• **DATA**
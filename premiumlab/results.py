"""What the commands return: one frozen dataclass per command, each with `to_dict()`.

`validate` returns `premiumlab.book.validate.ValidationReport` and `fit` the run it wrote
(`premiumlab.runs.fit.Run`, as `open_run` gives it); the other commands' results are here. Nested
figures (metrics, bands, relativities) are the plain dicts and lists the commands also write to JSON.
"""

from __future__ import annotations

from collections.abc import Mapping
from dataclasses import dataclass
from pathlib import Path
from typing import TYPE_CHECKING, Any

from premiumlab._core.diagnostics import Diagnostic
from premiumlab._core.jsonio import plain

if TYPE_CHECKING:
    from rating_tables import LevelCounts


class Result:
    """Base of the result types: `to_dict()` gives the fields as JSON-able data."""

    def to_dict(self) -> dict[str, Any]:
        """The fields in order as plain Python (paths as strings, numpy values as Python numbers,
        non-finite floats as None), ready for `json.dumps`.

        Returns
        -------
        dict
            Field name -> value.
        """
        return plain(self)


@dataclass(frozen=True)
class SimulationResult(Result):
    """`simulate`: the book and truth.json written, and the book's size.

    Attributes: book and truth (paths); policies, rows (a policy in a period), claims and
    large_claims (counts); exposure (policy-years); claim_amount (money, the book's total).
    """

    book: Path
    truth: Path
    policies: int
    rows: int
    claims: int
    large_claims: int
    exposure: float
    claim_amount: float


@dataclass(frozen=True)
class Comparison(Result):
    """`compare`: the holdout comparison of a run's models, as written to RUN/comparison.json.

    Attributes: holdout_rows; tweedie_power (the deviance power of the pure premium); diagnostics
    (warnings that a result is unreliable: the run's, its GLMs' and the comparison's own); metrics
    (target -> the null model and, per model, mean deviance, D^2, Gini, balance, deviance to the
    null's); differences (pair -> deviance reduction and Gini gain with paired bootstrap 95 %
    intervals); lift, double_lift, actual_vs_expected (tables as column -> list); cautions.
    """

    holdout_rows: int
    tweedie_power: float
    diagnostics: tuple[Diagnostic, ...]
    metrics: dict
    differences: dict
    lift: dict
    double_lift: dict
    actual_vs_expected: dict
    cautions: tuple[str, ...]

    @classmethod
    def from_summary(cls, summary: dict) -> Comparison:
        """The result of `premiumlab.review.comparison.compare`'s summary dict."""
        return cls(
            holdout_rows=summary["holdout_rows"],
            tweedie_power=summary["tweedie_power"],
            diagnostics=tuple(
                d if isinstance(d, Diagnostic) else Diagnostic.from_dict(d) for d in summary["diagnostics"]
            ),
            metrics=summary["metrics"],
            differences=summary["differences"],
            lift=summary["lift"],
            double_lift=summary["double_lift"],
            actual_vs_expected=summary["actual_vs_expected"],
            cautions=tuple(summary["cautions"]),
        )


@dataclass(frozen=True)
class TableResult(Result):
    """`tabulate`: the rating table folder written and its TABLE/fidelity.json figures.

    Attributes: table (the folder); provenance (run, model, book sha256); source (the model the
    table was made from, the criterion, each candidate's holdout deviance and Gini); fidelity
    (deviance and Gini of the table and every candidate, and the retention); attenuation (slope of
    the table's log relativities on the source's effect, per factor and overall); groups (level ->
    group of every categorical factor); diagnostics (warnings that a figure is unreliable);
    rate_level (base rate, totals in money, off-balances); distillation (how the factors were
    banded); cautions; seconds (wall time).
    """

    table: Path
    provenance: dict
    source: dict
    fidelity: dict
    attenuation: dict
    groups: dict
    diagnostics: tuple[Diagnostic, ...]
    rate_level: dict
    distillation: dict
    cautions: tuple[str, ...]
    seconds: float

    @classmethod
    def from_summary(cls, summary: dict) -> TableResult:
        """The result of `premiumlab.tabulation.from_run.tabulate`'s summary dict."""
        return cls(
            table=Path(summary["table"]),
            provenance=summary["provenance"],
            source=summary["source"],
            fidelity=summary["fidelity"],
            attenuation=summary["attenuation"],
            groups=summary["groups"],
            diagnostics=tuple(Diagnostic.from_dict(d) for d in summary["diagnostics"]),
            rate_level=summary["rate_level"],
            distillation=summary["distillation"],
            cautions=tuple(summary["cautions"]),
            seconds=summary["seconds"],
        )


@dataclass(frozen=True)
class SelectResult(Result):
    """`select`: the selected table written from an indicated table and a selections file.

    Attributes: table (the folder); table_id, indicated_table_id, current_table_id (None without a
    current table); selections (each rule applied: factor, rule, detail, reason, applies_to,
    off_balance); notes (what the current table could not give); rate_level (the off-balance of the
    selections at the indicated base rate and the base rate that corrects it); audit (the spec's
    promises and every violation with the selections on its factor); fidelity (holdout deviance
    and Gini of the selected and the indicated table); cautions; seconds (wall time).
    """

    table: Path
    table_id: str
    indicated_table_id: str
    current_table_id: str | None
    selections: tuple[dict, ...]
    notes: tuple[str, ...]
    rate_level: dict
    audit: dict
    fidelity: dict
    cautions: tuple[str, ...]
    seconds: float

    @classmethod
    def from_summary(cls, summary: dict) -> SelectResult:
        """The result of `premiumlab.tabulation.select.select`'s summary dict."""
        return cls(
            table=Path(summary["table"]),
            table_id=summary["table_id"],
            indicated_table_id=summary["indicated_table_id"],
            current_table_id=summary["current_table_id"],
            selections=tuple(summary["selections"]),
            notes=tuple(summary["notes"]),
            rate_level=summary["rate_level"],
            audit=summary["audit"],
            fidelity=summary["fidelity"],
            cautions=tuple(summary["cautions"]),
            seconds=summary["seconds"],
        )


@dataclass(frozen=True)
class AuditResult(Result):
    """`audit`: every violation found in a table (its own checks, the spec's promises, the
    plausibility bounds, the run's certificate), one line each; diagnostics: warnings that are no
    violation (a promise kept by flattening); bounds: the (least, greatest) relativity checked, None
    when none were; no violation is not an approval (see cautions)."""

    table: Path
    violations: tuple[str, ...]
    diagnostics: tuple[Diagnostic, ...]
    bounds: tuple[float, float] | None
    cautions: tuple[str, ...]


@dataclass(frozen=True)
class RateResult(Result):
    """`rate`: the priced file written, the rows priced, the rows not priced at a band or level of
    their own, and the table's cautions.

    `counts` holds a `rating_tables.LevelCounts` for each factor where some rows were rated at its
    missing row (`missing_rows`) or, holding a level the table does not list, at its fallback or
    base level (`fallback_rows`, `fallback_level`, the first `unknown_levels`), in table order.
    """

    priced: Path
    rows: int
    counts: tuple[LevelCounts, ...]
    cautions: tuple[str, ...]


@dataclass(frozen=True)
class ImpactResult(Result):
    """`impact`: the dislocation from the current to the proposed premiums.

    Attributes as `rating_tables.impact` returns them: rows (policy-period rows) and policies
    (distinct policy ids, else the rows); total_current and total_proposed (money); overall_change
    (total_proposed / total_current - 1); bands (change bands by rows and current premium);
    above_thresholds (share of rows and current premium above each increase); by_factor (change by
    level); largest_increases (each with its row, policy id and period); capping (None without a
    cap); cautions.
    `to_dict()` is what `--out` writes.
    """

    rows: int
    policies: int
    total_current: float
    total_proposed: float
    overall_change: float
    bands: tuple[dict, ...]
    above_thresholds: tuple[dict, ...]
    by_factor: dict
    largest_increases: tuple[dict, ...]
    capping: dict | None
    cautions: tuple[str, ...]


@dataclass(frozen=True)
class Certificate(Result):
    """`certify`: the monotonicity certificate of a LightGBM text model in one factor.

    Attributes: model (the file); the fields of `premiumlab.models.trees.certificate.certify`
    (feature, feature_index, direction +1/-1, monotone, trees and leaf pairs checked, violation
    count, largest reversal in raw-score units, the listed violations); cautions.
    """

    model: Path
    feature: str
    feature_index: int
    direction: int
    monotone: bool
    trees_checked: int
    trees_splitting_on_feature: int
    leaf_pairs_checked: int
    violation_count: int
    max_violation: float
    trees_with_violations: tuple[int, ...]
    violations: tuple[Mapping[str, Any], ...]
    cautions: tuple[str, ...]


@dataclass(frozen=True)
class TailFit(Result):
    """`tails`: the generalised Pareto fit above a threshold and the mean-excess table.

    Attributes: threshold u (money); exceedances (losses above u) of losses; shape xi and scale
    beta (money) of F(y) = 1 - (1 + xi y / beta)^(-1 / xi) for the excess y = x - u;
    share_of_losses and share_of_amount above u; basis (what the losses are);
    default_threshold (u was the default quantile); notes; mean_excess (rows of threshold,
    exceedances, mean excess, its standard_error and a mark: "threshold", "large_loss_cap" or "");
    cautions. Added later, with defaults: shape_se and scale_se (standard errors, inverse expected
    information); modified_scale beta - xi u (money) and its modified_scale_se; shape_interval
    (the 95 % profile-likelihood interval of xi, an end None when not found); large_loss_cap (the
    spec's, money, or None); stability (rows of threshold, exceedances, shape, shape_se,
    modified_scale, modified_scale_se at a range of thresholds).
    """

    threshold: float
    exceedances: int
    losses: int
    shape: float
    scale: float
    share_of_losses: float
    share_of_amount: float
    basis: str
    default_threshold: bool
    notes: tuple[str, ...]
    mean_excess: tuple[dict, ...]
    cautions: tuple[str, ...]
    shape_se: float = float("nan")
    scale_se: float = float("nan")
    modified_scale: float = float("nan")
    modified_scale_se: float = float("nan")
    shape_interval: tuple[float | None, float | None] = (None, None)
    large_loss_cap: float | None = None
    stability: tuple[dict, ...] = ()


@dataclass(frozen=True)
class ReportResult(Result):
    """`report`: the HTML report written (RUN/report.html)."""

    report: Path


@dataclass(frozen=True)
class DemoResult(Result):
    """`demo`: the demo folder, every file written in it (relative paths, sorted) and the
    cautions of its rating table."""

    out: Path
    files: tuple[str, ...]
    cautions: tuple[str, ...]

• **WHAT IS EXPECTED**
Reproduce every line from the listing above that holds the word "else".

• **SOLUTION TO THIS PROBLEM**
                d if isinstance(d, Diagnostic) else Diagnostic.from_dict(d) for d in summary["diagnostics"]
    (distinct policy ids, else the rows); total_current and total_proposed (money); overall_change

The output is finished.